**GOAL OF THE EXERCISE**. Would you retype each of the records exactly as shown?

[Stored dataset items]
^^^^^^^^^^^^^^^^

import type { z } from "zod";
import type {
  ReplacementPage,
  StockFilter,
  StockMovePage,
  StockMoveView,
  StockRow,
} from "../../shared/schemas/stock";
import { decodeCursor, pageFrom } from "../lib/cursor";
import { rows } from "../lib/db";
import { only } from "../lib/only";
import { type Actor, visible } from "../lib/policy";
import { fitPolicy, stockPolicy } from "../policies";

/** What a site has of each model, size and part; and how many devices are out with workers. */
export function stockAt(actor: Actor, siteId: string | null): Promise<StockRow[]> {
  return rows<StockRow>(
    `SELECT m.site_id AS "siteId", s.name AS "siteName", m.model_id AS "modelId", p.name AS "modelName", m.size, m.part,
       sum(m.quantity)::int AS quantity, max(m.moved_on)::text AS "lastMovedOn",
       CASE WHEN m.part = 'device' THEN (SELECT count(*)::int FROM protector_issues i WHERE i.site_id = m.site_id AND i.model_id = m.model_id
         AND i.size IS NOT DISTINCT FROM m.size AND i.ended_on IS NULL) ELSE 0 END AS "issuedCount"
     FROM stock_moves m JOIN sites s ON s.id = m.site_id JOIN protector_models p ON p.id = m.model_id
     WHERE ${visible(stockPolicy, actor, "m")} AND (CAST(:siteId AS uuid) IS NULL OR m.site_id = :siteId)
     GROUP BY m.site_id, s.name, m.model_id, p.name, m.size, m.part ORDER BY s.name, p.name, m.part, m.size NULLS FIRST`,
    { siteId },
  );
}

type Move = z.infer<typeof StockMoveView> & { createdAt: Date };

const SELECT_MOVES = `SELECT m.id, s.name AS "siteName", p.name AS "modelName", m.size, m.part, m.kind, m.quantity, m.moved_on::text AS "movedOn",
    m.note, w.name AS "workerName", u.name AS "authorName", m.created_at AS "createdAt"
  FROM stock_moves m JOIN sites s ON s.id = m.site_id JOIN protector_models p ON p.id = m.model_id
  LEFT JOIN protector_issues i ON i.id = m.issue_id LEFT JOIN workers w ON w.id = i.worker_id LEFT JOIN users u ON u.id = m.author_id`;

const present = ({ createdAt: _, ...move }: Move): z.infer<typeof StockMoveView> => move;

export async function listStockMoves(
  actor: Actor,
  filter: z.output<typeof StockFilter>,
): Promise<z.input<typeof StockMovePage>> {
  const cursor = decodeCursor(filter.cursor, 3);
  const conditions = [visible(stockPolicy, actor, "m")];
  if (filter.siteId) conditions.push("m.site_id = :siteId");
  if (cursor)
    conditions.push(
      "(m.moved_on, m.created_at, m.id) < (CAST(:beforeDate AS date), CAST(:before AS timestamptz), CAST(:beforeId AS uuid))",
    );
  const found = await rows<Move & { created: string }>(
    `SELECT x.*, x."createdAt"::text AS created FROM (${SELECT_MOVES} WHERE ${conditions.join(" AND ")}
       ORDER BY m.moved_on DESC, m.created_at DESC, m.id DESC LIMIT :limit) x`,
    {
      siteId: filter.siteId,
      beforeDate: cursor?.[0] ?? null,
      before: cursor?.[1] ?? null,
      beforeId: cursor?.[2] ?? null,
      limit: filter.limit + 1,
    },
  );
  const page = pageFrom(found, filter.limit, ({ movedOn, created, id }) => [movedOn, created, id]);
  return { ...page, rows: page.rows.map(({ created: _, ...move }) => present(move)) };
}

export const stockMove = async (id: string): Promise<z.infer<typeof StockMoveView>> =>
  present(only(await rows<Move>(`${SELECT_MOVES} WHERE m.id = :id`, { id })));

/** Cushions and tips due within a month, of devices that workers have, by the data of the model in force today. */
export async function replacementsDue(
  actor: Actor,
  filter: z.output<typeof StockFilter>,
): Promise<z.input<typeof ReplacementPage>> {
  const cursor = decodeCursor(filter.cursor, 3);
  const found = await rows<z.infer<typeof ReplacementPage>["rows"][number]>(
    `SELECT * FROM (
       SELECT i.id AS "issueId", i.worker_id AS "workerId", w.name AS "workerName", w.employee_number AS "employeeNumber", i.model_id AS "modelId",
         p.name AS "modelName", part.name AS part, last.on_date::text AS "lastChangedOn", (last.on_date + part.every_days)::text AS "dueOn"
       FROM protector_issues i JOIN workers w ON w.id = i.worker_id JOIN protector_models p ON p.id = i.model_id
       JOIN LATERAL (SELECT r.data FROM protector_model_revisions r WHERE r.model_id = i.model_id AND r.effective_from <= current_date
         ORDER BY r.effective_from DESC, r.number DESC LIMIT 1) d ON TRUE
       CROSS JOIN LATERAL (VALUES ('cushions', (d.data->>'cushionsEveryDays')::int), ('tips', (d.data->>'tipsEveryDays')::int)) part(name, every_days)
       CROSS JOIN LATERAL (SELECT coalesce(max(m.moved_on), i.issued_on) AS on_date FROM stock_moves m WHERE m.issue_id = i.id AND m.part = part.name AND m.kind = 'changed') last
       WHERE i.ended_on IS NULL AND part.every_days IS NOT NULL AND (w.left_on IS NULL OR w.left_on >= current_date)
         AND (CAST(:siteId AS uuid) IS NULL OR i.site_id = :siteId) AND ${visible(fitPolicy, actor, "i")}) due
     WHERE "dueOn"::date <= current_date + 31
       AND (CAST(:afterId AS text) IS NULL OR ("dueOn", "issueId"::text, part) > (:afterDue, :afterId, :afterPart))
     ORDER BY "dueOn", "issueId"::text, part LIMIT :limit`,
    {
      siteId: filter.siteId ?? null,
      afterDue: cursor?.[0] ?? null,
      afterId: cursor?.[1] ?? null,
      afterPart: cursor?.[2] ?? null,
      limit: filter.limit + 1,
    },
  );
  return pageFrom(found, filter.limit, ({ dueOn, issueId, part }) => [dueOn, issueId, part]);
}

^^^^^^^^^^^^^^^^

**RESPONSE BOX**.
import type { z } from "zod";
import type {
  ReplacementPage,
  StockFilter,
  StockMovePage,
  StockMoveView,
  StockRow,
} from "../../shared/schemas/stock";
import { decodeCursor, pageFrom } from "../lib/cursor";
import { rows } from "../lib/db";
import { only } from "../lib/only";
import { type Actor, visible } from "../lib/policy";
import { fitPolicy, stockPolicy } from "../policies";

/** What a site has of each model, size and part; and how many devices are out with workers. */
export function stockAt(actor: Actor, siteId: string | null): Promise<StockRow[]> {
  return rows<StockRow>(
    `SELECT m.site_id AS "siteId", s.name AS "siteName", m.model_id AS "modelId", p.name AS "modelName", m.size, m.part,
       sum(m.quantity)::int AS quantity, max(m.moved_on)::text AS "lastMovedOn",
       CASE WHEN m.part = 'device' THEN (SELECT count(*)::int FROM protector_issues i WHERE i.site_id = m.site_id AND i.model_id = m.model_id
         AND i.size IS NOT DISTINCT FROM m.size AND i.ended_on IS NULL) ELSE 0 END AS "issuedCount"
     FROM stock_moves m JOIN sites s ON s.id = m.site_id JOIN protector_models p ON p.id = m.model_id
     WHERE ${visible(stockPolicy, actor, "m")} AND (CAST(:siteId AS uuid) IS NULL OR m.site_id = :siteId)
     GROUP BY m.site_id, s.name, m.model_id, p.name, m.size, m.part ORDER BY s.name, p.name, m.part, m.size NULLS FIRST`,
    { siteId },
  );
}

type Move = z.infer<typeof StockMoveView> & { createdAt: Date };

const SELECT_MOVES = `SELECT m.id, s.name AS "siteName", p.name AS "modelName", m.size, m.part, m.kind, m.quantity, m.moved_on::text AS "movedOn",
    m.note, w.name AS "workerName", u.name AS "authorName", m.created_at AS "createdAt"
  FROM stock_moves m JOIN sites s ON s.id = m.site_id JOIN protector_models p ON p.id = m.model_id
  LEFT JOIN protector_issues i ON i.id = m.issue_id LEFT JOIN workers w ON w.id = i.worker_id LEFT JOIN users u ON u.id = m.author_id`;

const present = ({ createdAt: _, ...move }: Move): z.infer<typeof StockMoveView> => move;

export async function listStockMoves(
  actor: Actor,
  filter: z.output<typeof StockFilter>,
): Promise<z.input<typeof StockMovePage>> {
  const cursor = decodeCursor(filter.cursor, 3);
  const conditions = [visible(stockPolicy, actor, "m")];
  if (filter.siteId) conditions.push("m.site_id = :siteId");
  if (cursor)
    conditions.push(
      "(m.moved_on, m.created_at, m.id) < (CAST(:beforeDate AS date), CAST(:before AS timestamptz), CAST(:beforeId AS uuid))",
    );
  const found = await rows<Move & { created: string }>(
    `SELECT x.*, x."createdAt"::text AS created FROM (${SELECT_MOVES} WHERE ${conditions.join(" AND ")}
       ORDER BY m.moved_on DESC, m.created_at DESC, m.id DESC LIMIT :limit) x`,
    {
      siteId: filter.siteId,
      beforeDate: cursor?.[0] ?? null,
      before: cursor?.[1] ?? null,
      beforeId: cursor?.[2] ?? null,
      limit: filter.limit + 1,
    },
  );
  const page = pageFrom(found, filter.limit, ({ movedOn, created, id }) => [movedOn, created, id]);
  return { ...page, rows: page.rows.map(({ created: _, ...move }) => present(move)) };
}

export const stockMove = async (id: string): Promise<z.infer<typeof StockMoveView>> =>
  present(only(await rows<Move>(`${SELECT_MOVES} WHERE m.id = :id`, { id })));

/** Cushions and tips due within a month, of devices that workers have, by the data of the model in force today. */
export async function replacementsDue(
  actor: Actor,
  filter: z.output<typeof StockFilter>,
): Promise<z.input<typeof ReplacementPage>> {
  const cursor = decodeCursor(filter.cursor, 3);
  const found = await rows<z.infer<typeof ReplacementPage>["rows"][number]>(
    `SELECT * FROM (
       SELECT i.id AS "issueId", i.worker_id AS "workerId", w.name AS "workerName", w.employee_number AS "employeeNumber", i.model_id AS "modelId",
         p.name AS "modelName", part.name AS part, last.on_date::text AS "lastChangedOn", (last.on_date + part.every_days)::text AS "dueOn"
       FROM protector_issues i JOIN workers w ON w.id = i.worker_id JOIN protector_models p ON p.id = i.model_id
       JOIN LATERAL (SELECT r.data FROM protector_model_revisions r WHERE r.model_id = i.model_id AND r.effective_from <= current_date
         ORDER BY r.effective_from DESC, r.number DESC LIMIT 1) d ON TRUE
       CROSS JOIN LATERAL (VALUES ('cushions', (d.data->>'cushionsEveryDays')::int), ('tips', (d.data->>'tipsEveryDays')::int)) part(name, every_days)
       CROSS JOIN LATERAL (SELECT coalesce(max(m.moved_on), i.issued_on) AS on_date FROM stock_moves m WHERE m.issue_id = i.id AND m.part = part.name AND m.kind = 'changed') last
       WHERE i.ended_on IS NULL AND part.every_days IS NOT NULL AND (w.left_on IS NULL OR w.left_on >= current_date)
         AND (CAST(:siteId AS uuid) IS NULL OR i.site_id = :siteId) AND ${visible(fitPolicy, actor, "i")}) due
     WHERE "dueOn"::date <= current_date + 31
       AND (CAST(:afterId AS text) IS NULL OR ("dueOn", "issueId"::text, part) > (:afterDue, :afterId, :afterPart))
     ORDER BY "dueOn", "issueId"::text, part LIMIT :limit`,
    {
      siteId: filter.siteId ?? null,
      afterDue: cursor?.[0] ?? null,
      afterId: cursor?.[1] ?? null,
      afterPart: cursor?.[2] ?? null,
      limit: filter.limit + 1,
    },
  );
  return pageFrom(found, filter.limit, ({ dueOn, issueId, part }) => [dueOn, issueId, part]);
}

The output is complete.